Battery Management System – tracking EV battery pack health

Battery Management System – tracking EV battery pack healthBattery Management System – tracking EV battery pack health


An electric vehicle’s functions are significantly reliant on its batteries, making them a critical component that requires constant monitoring and control. An EV Battery Management System (BMS) is required to accomplish this.

Because of their environmental friendliness, energy efficiency, and lower operating costs, electric cars (EVs) are gaining popularity. However, EVs present distinct issues, one of which is battery management. Electric vehicles are powered by various types of batteries, and which battery is ideal relies on its energy storage efficiency, production costs, structural qualities, safety, and lifespan.

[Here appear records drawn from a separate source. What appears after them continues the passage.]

def _to_lower_dimension(kinematics: Kinematics, found: Combination, steps: int) -> Combination:
    """Replace masters in d by masters in d - 2 steps: (3) solved for the higher dimension."""
    for step in range(steps):
        relations = _relations(kinematics, -2 * step)
        lowered: Combination = {}
        if BUBBLE in found:
            # B^(d-2)(1,1) = B^(d)(2,1) + B^(d)(1,2) = weight B^(d)(1,1) + tadpoles
            below = _combined((relations.bubble(2, 1), 1), (relations.bubble(1, 2), 1))
            lowered[BUBBLE] = found[BUBBLE] / below[BUBBLE]
            found = _combined((found, 1), (below, -lowered[BUBBLE]))
        for index, value in found.items():
            if index != BUBBLE:  # A^(d-2)(1) = A^(d)(2) = (2-d)/(2 m^2) A^(d)(1)
                lowered[index] = 2 * relations.masses[index] * value / (2 - relations.d)
        found = lowered
    return found


def _rising(n: int, steps: int) -> int:
    """Return n (n+1) ... (n+steps-1)."""
    return prod(range(n, n + steps))


def _combined(*terms: tuple[Combination, RationalFunction | int]) -> Combination:
    """Return the sum of combinations times weights."""
    total: Combination = {}
    for combination, weight in terms:
        for index, value in combination.items():
            term = value * weight
            total[index] = total[index] + term if index in total else term
    return total


class _Relations:
    """All integrals at one kinematics in d + offset dimensions, as combinations of masters there.

    Attributes
    ----------
    d
        d + offset.
    p, masses
        p^2, and (m1^2, m2^2).
    c, kallen
        As in the module text.
    """

    def __init__(self, kinematics: Kinematics, offset: int) -> None:
        names, assign = VARIABLES[kinematics]
        d, *others = variables(("d", *names))
        zero = d - d
        self.d, self.one = d + offset, zero + 1
        self.p, m1, m2 = (zero if value is None else value for value in assign(*others))
        self.masses = (m1, m2)
        self.c = m1 + m2 - self.p
        self.kallen = self.c * self.c - 4 * m1 * m2
        self._known: dict[tuple[int, int], Combination] = {}

    def tadpole(self, line: int, n: int) -> Combination:
        """Return A(n) of line 0 or 1: A(n) = A(1) prod_(0<k<n) (2k-d)/(2k m^2)."""
        m = self.masses[line]
        if n <= 0 or m.is_zero:
            return {}
        value = self.one
        for k in range(1, n):
            value = value * (2 * k - self.d) / (2 * k * m)
        return {TADPOLE_1 if self.masses[0] == m else TADPOLE_2: value}

    def bubble(self, n1: int, n2: int) -> Combination:
        """Return B(n1, n2)."""
        found = self._known.get((n1, n2))
        if found is None:
            found = self._known[n1, n2] = self._find(n1, n2)
        return found

    def _find(self, n1: int, n2: int) -> Combination:
        if self.p.is_zero and self.masses[0] == self.masses[1]:
            return self.tadpole(1, n1 + n2)
        if n1 <= 0 or n2 <= 0:
            return self._numerator(0, n1, -n2) if n1 > 0 else self._numerator(1, n2, -n1)
        if self.kallen.is_zero:
            return self._on_shell(n1, n2) if self.c.is_zero else self._degenerate(n1, n2)
        if (n1, n2) == (1, 1):
            return self._first_bubble()
        return self._general(0, n1, n2) if n1 > 1 else self._general(1, n2, n1)

    def _on_lines(self, line: int, n: int, other: int) -> Combination:
        """Return the bubble with power n on `line` and `other` on the other line."""
        return self.bubble(n, other) if line == 0 else self.bubble(other, n)

    def _numerator(self, line: int, n: int, j: int) -> Combination:
        """Return the bubble with power n on `line` and a numerator, power -j, on the other."""
        m, other = self.masses[line], self.masses[1 - line]
        if n <= 0 or m.is_zero:
            return {}
        if j == 0:
            return self.tadpole(line, n)
        c, d = self.c, self.d

        def bubble(n: int, j: int) -> Combination:
            return self._on_lines(line, n, -j)

        if n > 1:  # (1) at (n-1, -j)
            i = n - 1
            return _combined(
                (bubble(i, j), (2 * i - j - d) / (2 * i * m)),
                (bubble(i, j - 1), j * c / (2 * i * m)),
                (bubble(i - 1, j - 1), -j / (2 * i * m)),
            )
        # (2) at (1, 1-j) gives B(2, -j), and with it (1) at (1, -j) gives B(1, -j).
        second = [(bubble(1, j - 1), d + (2 * j - 3)), (bubble(2, j - 1), c)]
        if j > 1:
            second.append((bubble(1, j - 2), 2 * (1 - j) * other))
        return _combined(
            (bubble(1, j - 1), j * c / (d + (j - 2))),
            (_combined(*second), -2 * m / (d + (j - 2))),
        )

    def _first_bubble(self) -> Combination:
        """Return B(1, 1), a master unless p^2 = 0."""
        if not self.p.is_zero:
            return {BUBBLE: self.one}
        # 1/(D1 D2) = (1/D1 - 1/D2)/(D2 - D1), D2 - D1 = m2^2 - m1^2
        weight = 1 / (self.masses[1] - self.masses[0])
        return _combined((self.tadpole(0, 1), weight), (self.tadpole(1, 1), -weight))

    def _general(self, line: int, n: int, k: int) -> Combination:
        """Return the bubble with n > 1 on `line`, k >= 1 on the other, for lambda != 0.

        (1) and (2) at (n-1, k), solved for the integral with the higher power on `line`.
        """
        i, other, c, d = n - 1, self.masses[1 - line], self.c, self.d
        scale = 1 / (i * self.kallen)
        here = 2 * other * (d - (2 * i + k)) - c * (d - (2 * k + i))
        return _combined(
            (self._on_lines(line, i, k), here * scale),
            (self._on_lines(line, i - 1, k + 1), -2 * k * other * scale),
            (self._on_lines(line, i + 1, k - 1), i * c * scale),
        )

    def _degenerate(self, n: int, k: int) -> Combination:
        """Return B(n, k) for lambda = 0 and c != 0.

        For k > 1 by (1) at (n, k-1).  For k = 1 the highest terms cancel in 2 m2^2 (1) - c (2) at
        (n, 1); with B(n-1, 2) from (1) at (n-1, 1) this is

            (2 m2^2 - c) (d-2n-1) B(n, 1)
                = -c n A1(n+1) + (2 m2^2/c) [ (2n-1-d) B(n-1, 1) + B(n-2, 2) ],

        where for n = 1 the bracket is c A2(2).
        """
        (m1, m2), c, d = self.masses, self.c, self.d
        if k > 1:
            i = k - 1
            return _combined(
                (self.bubble(n, i), (2 * n + i - d) / (i * c)),
                (self.bubble(n + 1, i), -2 * n * m1 / (i * c)),
                (self.bubble(n - 1, k), 1 / c),
            )
        if n == 1:
            bracket = _combined((self.tadpole(1, 2), c))
        else:
            bracket = _combined((self.bubble(n - 1, 1), 2 * n - 1 - d), (self.bubble(n - 2, 2), 1))
        scale = 1 / ((2 * m2 - c) * (d - (2 * n + 1)))
        return _combined((self.tadpole(0, n + 1), -n * c * scale), (bracket, 2 * m2 / c * scale))

    def _on_shell(self, n: int, k: int) -> Combination:
        """Return B(n, k) for m1 = 0, p^2 = m2^2: (d-2n-k) B(n, k) = k B(n-1, k+1), by (1)."""
        return _combined((self.bubble(n - 1, k + 1), k / (self.d - (2 * n + k))))


@lru_cache(maxsize=64)
def _relations(kinematics: Kinematics, offset: int) -> _Relations:
    return _Relations(kinematics, offset)


def _master(kinematics: Kinematics, index: int, dimension: int, offset: int) -> Master:
    if index == BUBBLE:
        return Master("B", (1, 1), None, dimension, offset)
    names, _ = VARIABLES[kinematics]
    if "m_squared" in names:
        return Master("A", (1,), "m_squared", dimension, offset)
    mass = f"m{index + 1}"
    return Master(
        f"A{index + 1}", (1,), mass if mass in names else f"{mass}_squared", dimension, offset
    )


def _latex_name(master: Master) -> str:
    stem = master.name[0] + (f"_{master.name[1:]}" if master.name[1:] else "")
    shift = f"{master.dimension_offset:+d}" if master.dimension_offset else ""
    return f"{stem}^{{(d{shift})}}({', '.join(map(str, master.powers))})"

“It is true that EVs have been gaining popularity in recent years as charging infrastructure improves and battery technology becomes more efficient. According to IEA, the figure of electric cars on the road could reach 145 million by 2030. Furthermore, main automakers have been investing a lot in EV machinery and introducing the latest electric models to their lineups. Overall, the transition to EV is well in progress, and it seems likely to continue as more with the environmental and economic benefits of electric vehicles, shares Dr. Abhishek Choubey, Head- Industry Institute Partnership Cell (IIPC) & Associate Professor, Department of Mechanical Engineering, Sagar Institute of Science Technology & Research (SISTec), Bhopal.

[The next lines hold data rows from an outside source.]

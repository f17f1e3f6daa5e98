/** The front door: files of other kinds through the form, and weather that is looked at, corrected, and put back. */
import { readFileSync } from 'node:fs';
import type { Page } from '@playwright/test';
import type { FlagAnswer } from '../lib/http/contract/quality.ts';
import type { ImportAnswer, SiteAnswer, SiteDaysAnswer } from '../lib/http/contract/rest.ts';
import type { RunAnswer } from '../lib/http/contract/run.ts';
import { type Api, expect, test } from './support.ts';

const fileOf = (path: string, name = path.split('/').at(-1) ?? path) => ({
  name,
  mimeType: 'application/octet-stream',
  buffer: readFileSync(`test/data/${path}`),
});

/** Uploads through the form and waits until it has been read. */
async function read(page: Page, api: Api, kind: string, path: string): Promise<ImportAnswer> {
  await page.goto('/imports');
  const form = page.locator('form').filter({ has: page.locator('input[type=file]') });
  await form.locator(`input[name=kind][value=${kind}]`).check();
  await form.locator('input[type=file]').setInputFiles(fileOf(path));
  await form.locator('button[type=submit]').click();
  await page.waitForURL(/\/imports\/[0-9a-f-]{36}$/, { timeout: 30_000 });
  const id = page.url().split('/').at(-1) ?? '';
  const look = () => api.get<ImportAnswer>(`/api/v1/imports/${id}?preview=0`);
  await expect.poll(async () => (await look()).state, { timeout: 60_000 }).not.toBe('reading');
  return look();
}

async function cancel(api: Api, { id }: ImportAnswer): Promise<void> {
  expect((await api.request.post(`/api/v1/imports/${id}/cancel`)).ok()).toBe(true);
}

test.describe('shapes in other formats and coordinate systems', () => {
  for (const [path, format, crs] of [
    ['vector/nl-parcels.gpkg', 'GeoPackage', 'EPSG:28992'],
    ['vector/nz-irrigated.zip', 'Shapefile', 'New_Zealand_Transverse_Mercator'],
    ['vector/br-fields.fgb', 'FlatGeobuf', 'EPSG:4326'],
    ['vector/it-parcels.parquet', 'GeoParquet', 'EPSG:3035'],
  ] as const) {
    test(`${format}: what was understood is said`, async ({ page, api }) => {
      const answer = await read(page, api, 'parcels', path);
      expect(answer.state, answer.error ?? '').toBe('ready');
      expect((answer.understood as { usableRows: number }).usableRows).toBeGreaterThan(0);
      await expect(page.locator('dl').first()).toContainText(format);
      await expect(page.locator('dl').first()).toContainText(crs);
      await cancel(api, answer);
    });
  }
});

test('a grid that does not reach the district is refused with both places', async ({ page, api }) => {
  const answer = await read(page, api, 'weather', 'arrays/classic.nc');
  expect(answer.finding_counts.error, JSON.stringify(answer.findings)).toBeGreaterThan(0);
  await expect(page.getByRole('table', { name: 'Findings' })).toBeVisible();
  expect((await api.request.post(`/api/v1/imports/${answer.id}/apply`)).status(), 'nothing of it can be applied').toBe(422);
  await cancel(api, answer);
});

test('a damaged file costs an import and nothing else', async ({ page, api }) => {
  await page.goto('/imports');
  const form = page.locator('form').filter({ has: page.locator('input[type=file]') });
  await form.locator('input[name=kind][value=parcels]').check();
  const buffer = readFileSync('test/data/vector/nl-parcels.gpkg').subarray(0, 20_000);
  await form.locator('input[type=file]').setInputFiles({ name: 'cut.gpkg', mimeType: 'application/octet-stream', buffer });
  await form.locator('button[type=submit]').click();
  await page.waitForURL(/\/imports\/[0-9a-f-]{36}$/, { timeout: 30_000 });
  const id = page.url().split('/').at(-1) ?? '';
  const look = () => api.get<ImportAnswer>(`/api/v1/imports/${id}`);
  await expect.poll(async () => (await look()).state, { timeout: 60_000 }).not.toBe('reading');
  const answer = await look();
  expect(answer.state === 'failed' || answer.finding_counts.error > 0, JSON.stringify(answer)).toBe(true);
  expect((await api.request.get('/readyz')).ok(), 'the service goes on serving').toBe(true);
  await cancel(api, answer);
});

test('a correction is seen before it is saved, makes the run stale, and is undone to the last digit', async ({ page, api }) => {
  test.setTimeout(180_000);
  const run = await api.standing();
  const { items: sites } = await api.get<{ items: SiteAnswer[] }>('/api/v1/weather/sites');
  const site = sites[0];
  const day = `${run.end_date.slice(0, 4)}-06-10`;
  const dayOf = async () => (await api.get<SiteDaysAnswer>(`/api/v1/weather/sites/${site.code}/daily?from=${day}&to=${day}`)).items[0];
  const before = await dayOf();
  await page.goto('/weather/desk/quality');
  await page.getByRole('link', { name: 'Correct a period' }).click();
  await expect(page.getByRole('heading', { level: 1 })).toBeVisible();
  await page.goto(
    `/weather/desk/quality/correct?${new URLSearchParams({ source: site.source, site: site.code, variable: 'solar_radiation_mj_m2_d', from: day, to: day })}`,
  );
  const form = page.locator('form').filter({ has: page.getByRole('button', { name: 'Save the decision' }) });
  await form.getByLabel('Decision').selectOption({ value: 'factor' });
  await form.getByLabel('Factor', { exact: true }).fill('0.5');
  await form.getByLabel('First day').fill(day);
  await form.getByLabel('Last day').fill(day);
  await form.getByLabel('Reason').fill('test of the desk: half the light');
  await page.getByRole('button', { name: 'Preview' }).click();
  const save = page.getByRole('button', { name: 'Save the decision' });
  await expect(save).toBeEnabled({ timeout: 20_000 });
  expect(await dayOf(), 'a preview changes nothing').toEqual(before);
  await save.click();
  await page.waitForURL(/\/weather\/desk\/quality(#.*)?$/);
  await expect(page.getByText('half the light')).toBeVisible();
  const after = await dayOf();
  expect(after.completed.solar_radiation_mj_m2_d).toBeCloseTo(0.5 * (before.completed.solar_radiation_mj_m2_d ?? Number.NaN), 3);
  expect(after.reference_et_fao56_short_mm ?? 99).toBeLessThan(before.reference_et_fao56_short_mm ?? 0);
  const { items: corrections } = await api.get<{ items: { id: string; reason: string }[] }>('/api/v1/weather/corrections');
  const own = corrections.find(({ reason }) => reason.includes('half the light'));
  expect(own).toBeDefined();
  await settledRuns(api, run.season, run.id);
  expect((await api.request.post(`/api/v1/weather/corrections/${own?.id}/undo`)).ok()).toBe(true);
  expect({ ...(await dayOf()), quality: {} }, 'as it was').toEqual({ ...before, quality: {} });
  // the flags follow with the next check
  await expect.poll(async () => (await dayOf()).quality, { timeout: 60_000 }).toEqual(before.quality);
  await settledRuns(api, run.season);
  expect((await api.standing(run.season)).stale_since).toBeNull();
});

/** Waits until a season has a standing run that is not stale, and not the one named. */
async function settledRuns(api: Api, season: string, not?: string): Promise<void> {
  const standing = async () => {
    const { items } = await api.get<{ items: RunAnswer[] }>('/api/v1/runs');
    const going = items.some((each) => each.state === 'queued' || each.state === 'running');
    const own = items.find((each) => each.standing && each.season === season);
    return !going && own !== undefined && own.stale_since === null && own.id !== not;
  };
  await expect.poll(standing, { timeout: 90_000, message: 'the season computed anew' }).toBe(true);
}

test('every flag leads to its page with rule, value and limit', async ({ page, api }) => {
  await expect
    .poll(async () => (await api.get<{ total: number }>('/api/v1/weather/flags?limit=1')).total, { timeout: 60_000 })
    .toBeGreaterThan(0);
  const [flag] = (await api.get<{ items: FlagAnswer[] }>('/api/v1/weather/flags?limit=1')).items;
  const { source, site, variable, rule, first_day } = flag;
  await page.goto(`/weather/desk/quality/flag?${new URLSearchParams({ source, site, variable, rule, first_day })}`);
  await expect(page.getByRole('main')).toContainText(flag.rule_name);
  await expect(page.getByRole('main')).toContainText(flag.detail);
});

test('a feed inside the network is refused where it is asked for; another is made, rests, and goes', async ({ page, watch }) => {
  watch.allow(/answer: 422 POST .*\/api\/v1\/weather\/feeds/);
  await page.goto('/weather/desk/feeds');
  await page.getByRole('button', { name: 'New feed' }).click();
  const dialog = page.getByRole('dialog');
  await dialog.locator('input[name=name]').fill('Valley feed (invented)');
  await dialog.locator('input[name=template]').fill('http://127.0.0.1:1/{YYYY}.csv');
  await dialog.getByRole('button', { name: 'Make the feed' }).click();
  await expect(dialog.getByRole('alert')).toContainText('not a public address');
  await dialog.locator('input[name=template]').fill('https://weather.example/daily_{YYYY}{MM}{DD}.csv');
  await dialog.getByRole('button', { name: 'Make the feed' }).click();
  const row = page.getByRole('table', { name: 'Weather feeds' }).locator('tbody tr').filter({ hasText: 'Valley feed' });
  await expect(row).toContainText('every day at 06:30');
  await row.getByRole('button', { name: 'Rest' }).click();
  await expect(row).toContainText('resting');
  await row.getByRole('button', { name: 'Remove' }).click();
  await page.getByRole('dialog').getByRole('button', { name: 'Remove' }).click();
  await expect(page.getByText('No feed yet')).toBeVisible();
});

In electric vehicles, lithium-ion batteries are the most commonly used technology. EVs are powered by high-voltage lithium-ion battery packs. When compared to other battery chemistries, lithium-ion batteries offer a higher energy density (100-265wh/kg). They can catch fire in unexpected circumstances. To ensure the safety of both the user and the vehicle, electric vehicles must be operated within pre-defined safety parameters.

“BMS is a critical component of every EV today as it is needed to manage battery performance, adjust power output on the go, and facilitate safe charging. At Lohum, we link BMS to our smartphone app and rapidly determine accurate battery residual value to unlock new 2nd life applications for used EV batteries, such as off-grid EV charging stations, ESS and UPS systems, and more,” explains Rajat Verma, CEO & Founder, Lohum Cleantech.

Lithium-ion batteries can have minor changes in capacity and resistance, which can cause pack imbalances over time. Overcharging and overheating might occur if the cells become too unbalanced. As a result, it has become an important aspect of EV consumption that must be constantly checked and controlled. As a result, an EV Battery Management System is required. (BMS).

A BMS, which manages the electronics of a rechargeable battery, whether a cell or a battery pack, is thus an important aspect in guaranteeing the safety of electric vehicles. It protects both the user and the battery by keeping the cell within its safe operating parameters. It functions as the battery’s brain, ensuring that it runs within safe limits and maximizes its lifespan. Its primary purpose is to protect the battery and prevent any acts that might surpass its safety level. BMS can monitor battery temperature, state of charge (SoC), state of health (SoH), and cell voltage balance, among other things.

Overheating is a major worry with EV batteries, which can lead to thermal runaway, a dangerous situation in which the battery rapidly heats up and releases gas, potentially resulting in a fire or explosion. Lithium-ion batteries are temperature-sensitive, and high temperatures can result in decreased performance and rapid breakdown. As a result, the BMS must ensure that the battery maintains a safe temperature range even when subjected to heavy loads or adverse climatic conditions. These systems can be passive or active, with the cooling medium being a non-corrosive liquid, air, or phase transition. The most basic method of controlling battery temperatures is to use air as a coolant.

Cycling (charging and discharging), high temperatures, and aging all contribute to the degradation of lithium-ion batteries over time. The BMS not only manages the battery’s performance and safety, but it also helps to extend its lifespan. The BMS monitors the battery’s SoC and SoH. SoC denotes how much charge the battery has, whereas SoH denotes how much capacity the battery has lost over time. BMS guarantees that the battery is not overcharged or discharged beyond safe limits, preventing battery damage and extending battery life.

BMS is also responsible for balancing cell voltage. The voltages of the cells in an EV battery pack might vary, resulting in an imbalance that can degrade the battery’s performance and lifespan. BMS maintains cell balance by spreading charge between them. The BMS also communicates with other systems in the EV, like as the motor controller and charging system, to ensure that they run within safe limits and are battery compatible.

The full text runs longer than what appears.